* [TASK GOAL]
Your answer should hold all lines of the entries that include the word "onChange".

════════

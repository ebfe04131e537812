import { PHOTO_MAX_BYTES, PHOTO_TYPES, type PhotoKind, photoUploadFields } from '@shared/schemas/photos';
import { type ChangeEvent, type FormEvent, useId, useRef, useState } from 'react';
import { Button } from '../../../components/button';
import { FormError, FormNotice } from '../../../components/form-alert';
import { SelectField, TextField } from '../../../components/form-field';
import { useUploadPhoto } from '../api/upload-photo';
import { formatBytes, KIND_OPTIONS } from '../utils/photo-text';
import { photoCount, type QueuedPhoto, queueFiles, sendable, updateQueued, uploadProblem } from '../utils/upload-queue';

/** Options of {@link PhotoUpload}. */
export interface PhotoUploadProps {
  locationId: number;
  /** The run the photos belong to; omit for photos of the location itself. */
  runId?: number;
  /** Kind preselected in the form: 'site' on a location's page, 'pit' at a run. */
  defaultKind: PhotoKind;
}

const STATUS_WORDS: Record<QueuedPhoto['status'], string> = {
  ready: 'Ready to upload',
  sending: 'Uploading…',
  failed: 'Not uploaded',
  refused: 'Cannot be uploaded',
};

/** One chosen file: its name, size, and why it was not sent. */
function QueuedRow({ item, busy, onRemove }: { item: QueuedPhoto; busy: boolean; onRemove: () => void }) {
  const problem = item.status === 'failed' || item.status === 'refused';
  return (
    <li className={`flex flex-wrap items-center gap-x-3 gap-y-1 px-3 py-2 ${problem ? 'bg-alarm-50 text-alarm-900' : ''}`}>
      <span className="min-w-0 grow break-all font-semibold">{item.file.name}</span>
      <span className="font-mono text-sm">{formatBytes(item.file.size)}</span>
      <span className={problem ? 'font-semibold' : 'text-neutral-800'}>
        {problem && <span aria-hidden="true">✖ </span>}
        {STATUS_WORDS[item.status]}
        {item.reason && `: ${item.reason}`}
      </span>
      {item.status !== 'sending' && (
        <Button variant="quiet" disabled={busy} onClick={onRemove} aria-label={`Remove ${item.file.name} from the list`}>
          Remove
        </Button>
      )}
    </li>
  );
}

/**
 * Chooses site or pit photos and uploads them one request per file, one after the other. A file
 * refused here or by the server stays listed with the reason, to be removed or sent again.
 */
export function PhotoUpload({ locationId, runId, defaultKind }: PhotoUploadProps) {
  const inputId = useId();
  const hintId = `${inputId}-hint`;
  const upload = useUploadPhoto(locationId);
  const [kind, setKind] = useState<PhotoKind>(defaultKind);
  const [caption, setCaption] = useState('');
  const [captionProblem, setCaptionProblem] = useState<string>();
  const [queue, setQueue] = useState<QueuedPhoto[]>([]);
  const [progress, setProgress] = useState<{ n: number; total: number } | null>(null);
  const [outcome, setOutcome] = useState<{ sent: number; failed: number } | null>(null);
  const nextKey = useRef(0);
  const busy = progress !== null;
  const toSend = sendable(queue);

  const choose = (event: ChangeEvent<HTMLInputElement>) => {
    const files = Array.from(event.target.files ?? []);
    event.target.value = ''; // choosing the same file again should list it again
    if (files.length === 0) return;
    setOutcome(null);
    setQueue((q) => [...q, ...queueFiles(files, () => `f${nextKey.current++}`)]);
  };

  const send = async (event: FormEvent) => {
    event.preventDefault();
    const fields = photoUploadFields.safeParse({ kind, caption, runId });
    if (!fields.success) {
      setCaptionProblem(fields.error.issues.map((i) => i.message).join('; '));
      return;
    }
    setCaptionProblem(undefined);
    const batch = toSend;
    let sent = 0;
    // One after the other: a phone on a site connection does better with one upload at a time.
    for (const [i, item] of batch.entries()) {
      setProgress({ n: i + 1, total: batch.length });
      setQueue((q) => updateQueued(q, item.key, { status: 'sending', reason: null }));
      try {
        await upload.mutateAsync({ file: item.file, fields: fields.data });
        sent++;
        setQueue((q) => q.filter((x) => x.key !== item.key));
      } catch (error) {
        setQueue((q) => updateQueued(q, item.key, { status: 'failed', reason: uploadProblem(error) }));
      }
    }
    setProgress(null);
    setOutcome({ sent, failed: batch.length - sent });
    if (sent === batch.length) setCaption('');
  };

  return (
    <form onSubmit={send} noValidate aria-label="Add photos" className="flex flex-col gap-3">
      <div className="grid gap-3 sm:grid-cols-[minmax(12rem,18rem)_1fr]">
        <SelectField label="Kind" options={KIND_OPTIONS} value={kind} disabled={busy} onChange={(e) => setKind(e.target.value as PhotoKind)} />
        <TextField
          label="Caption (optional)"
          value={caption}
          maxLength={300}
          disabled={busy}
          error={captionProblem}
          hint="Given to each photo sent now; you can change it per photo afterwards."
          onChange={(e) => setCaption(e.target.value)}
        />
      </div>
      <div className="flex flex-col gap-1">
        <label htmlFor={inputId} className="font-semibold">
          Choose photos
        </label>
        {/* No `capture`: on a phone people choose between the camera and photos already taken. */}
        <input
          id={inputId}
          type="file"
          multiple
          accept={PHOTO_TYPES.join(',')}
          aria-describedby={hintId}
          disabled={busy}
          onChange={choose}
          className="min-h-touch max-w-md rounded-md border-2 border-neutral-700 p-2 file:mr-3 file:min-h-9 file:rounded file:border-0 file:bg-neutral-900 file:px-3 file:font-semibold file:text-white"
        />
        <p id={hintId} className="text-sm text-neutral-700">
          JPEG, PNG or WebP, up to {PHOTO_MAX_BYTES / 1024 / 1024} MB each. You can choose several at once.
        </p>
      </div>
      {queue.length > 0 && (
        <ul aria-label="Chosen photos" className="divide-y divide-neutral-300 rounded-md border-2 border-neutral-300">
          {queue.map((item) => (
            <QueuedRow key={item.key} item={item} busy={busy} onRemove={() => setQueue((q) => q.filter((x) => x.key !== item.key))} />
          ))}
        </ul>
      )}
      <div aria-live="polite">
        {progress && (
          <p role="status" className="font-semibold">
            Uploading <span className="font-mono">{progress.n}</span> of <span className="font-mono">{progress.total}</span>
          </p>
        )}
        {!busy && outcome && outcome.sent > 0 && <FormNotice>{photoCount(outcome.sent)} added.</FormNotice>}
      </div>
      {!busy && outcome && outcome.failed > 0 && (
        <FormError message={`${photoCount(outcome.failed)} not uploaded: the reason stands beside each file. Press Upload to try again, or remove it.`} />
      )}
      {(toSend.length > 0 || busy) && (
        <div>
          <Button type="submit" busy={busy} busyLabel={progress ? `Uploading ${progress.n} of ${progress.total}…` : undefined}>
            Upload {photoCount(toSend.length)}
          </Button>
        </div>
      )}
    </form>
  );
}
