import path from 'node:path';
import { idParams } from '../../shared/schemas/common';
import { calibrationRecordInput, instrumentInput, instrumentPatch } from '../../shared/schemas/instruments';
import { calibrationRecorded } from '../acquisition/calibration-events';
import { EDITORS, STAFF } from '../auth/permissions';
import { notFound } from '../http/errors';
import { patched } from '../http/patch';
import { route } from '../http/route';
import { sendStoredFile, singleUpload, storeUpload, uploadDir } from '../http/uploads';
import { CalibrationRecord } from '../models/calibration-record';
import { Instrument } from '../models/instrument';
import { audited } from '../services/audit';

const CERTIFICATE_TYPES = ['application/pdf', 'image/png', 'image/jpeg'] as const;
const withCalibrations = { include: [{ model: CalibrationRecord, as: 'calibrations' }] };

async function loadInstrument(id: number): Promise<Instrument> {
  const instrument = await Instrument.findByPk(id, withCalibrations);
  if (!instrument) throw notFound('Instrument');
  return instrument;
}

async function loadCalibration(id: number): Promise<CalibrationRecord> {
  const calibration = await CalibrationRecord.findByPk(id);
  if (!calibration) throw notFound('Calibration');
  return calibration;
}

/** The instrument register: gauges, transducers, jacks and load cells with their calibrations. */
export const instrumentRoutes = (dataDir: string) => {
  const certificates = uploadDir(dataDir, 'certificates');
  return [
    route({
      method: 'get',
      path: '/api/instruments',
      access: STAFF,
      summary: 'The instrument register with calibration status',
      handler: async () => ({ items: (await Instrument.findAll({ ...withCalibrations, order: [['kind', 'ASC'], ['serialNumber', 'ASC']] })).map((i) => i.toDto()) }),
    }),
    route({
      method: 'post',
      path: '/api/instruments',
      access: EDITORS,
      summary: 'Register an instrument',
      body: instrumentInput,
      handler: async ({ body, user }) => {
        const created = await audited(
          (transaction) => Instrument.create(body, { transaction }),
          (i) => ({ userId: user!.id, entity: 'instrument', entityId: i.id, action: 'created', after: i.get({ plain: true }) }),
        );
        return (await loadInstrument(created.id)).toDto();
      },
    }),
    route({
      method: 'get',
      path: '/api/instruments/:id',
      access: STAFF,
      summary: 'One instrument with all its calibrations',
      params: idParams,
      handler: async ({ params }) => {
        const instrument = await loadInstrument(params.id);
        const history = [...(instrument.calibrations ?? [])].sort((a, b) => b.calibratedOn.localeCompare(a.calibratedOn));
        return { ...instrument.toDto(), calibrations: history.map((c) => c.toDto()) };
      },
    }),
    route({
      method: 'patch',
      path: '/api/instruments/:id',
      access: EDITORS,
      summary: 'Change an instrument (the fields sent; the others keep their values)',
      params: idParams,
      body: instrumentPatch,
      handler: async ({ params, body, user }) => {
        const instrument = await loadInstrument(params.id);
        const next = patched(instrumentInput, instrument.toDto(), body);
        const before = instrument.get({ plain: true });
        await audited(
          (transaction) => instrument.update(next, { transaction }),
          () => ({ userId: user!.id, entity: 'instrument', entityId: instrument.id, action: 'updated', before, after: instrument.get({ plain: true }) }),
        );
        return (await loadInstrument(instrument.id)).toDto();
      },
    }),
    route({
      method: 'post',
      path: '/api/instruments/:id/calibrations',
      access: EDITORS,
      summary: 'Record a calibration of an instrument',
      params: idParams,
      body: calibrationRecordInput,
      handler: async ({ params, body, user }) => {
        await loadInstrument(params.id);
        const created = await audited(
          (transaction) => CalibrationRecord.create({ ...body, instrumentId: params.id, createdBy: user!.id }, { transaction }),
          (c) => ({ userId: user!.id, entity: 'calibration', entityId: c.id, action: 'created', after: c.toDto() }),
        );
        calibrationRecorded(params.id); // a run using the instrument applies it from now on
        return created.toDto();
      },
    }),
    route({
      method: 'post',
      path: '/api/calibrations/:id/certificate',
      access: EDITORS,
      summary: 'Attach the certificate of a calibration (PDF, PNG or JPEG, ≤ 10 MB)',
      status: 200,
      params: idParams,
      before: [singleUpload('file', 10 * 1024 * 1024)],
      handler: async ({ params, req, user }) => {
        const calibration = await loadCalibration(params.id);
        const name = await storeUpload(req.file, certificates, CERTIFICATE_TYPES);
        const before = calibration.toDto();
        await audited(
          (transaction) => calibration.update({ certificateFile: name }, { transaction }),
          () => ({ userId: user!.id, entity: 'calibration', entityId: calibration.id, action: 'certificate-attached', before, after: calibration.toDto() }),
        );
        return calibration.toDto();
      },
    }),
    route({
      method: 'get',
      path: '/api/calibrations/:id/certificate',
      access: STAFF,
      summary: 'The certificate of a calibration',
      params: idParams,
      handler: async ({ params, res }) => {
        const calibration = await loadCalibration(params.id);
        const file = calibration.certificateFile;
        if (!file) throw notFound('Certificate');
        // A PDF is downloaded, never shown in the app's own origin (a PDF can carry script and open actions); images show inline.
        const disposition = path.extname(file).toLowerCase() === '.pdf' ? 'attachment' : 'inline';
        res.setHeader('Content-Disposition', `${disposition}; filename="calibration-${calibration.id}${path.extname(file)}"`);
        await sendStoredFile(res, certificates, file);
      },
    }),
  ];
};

════════

* [RESULT OF THIS TASK]
        <SelectField label="Kind" options={KIND_OPTIONS} value={kind} disabled={busy} onChange={(e) => setKind(e.target.value as PhotoKind)} />
          onChange={(e) => setCaption(e.target.value)}
          onChange={choose}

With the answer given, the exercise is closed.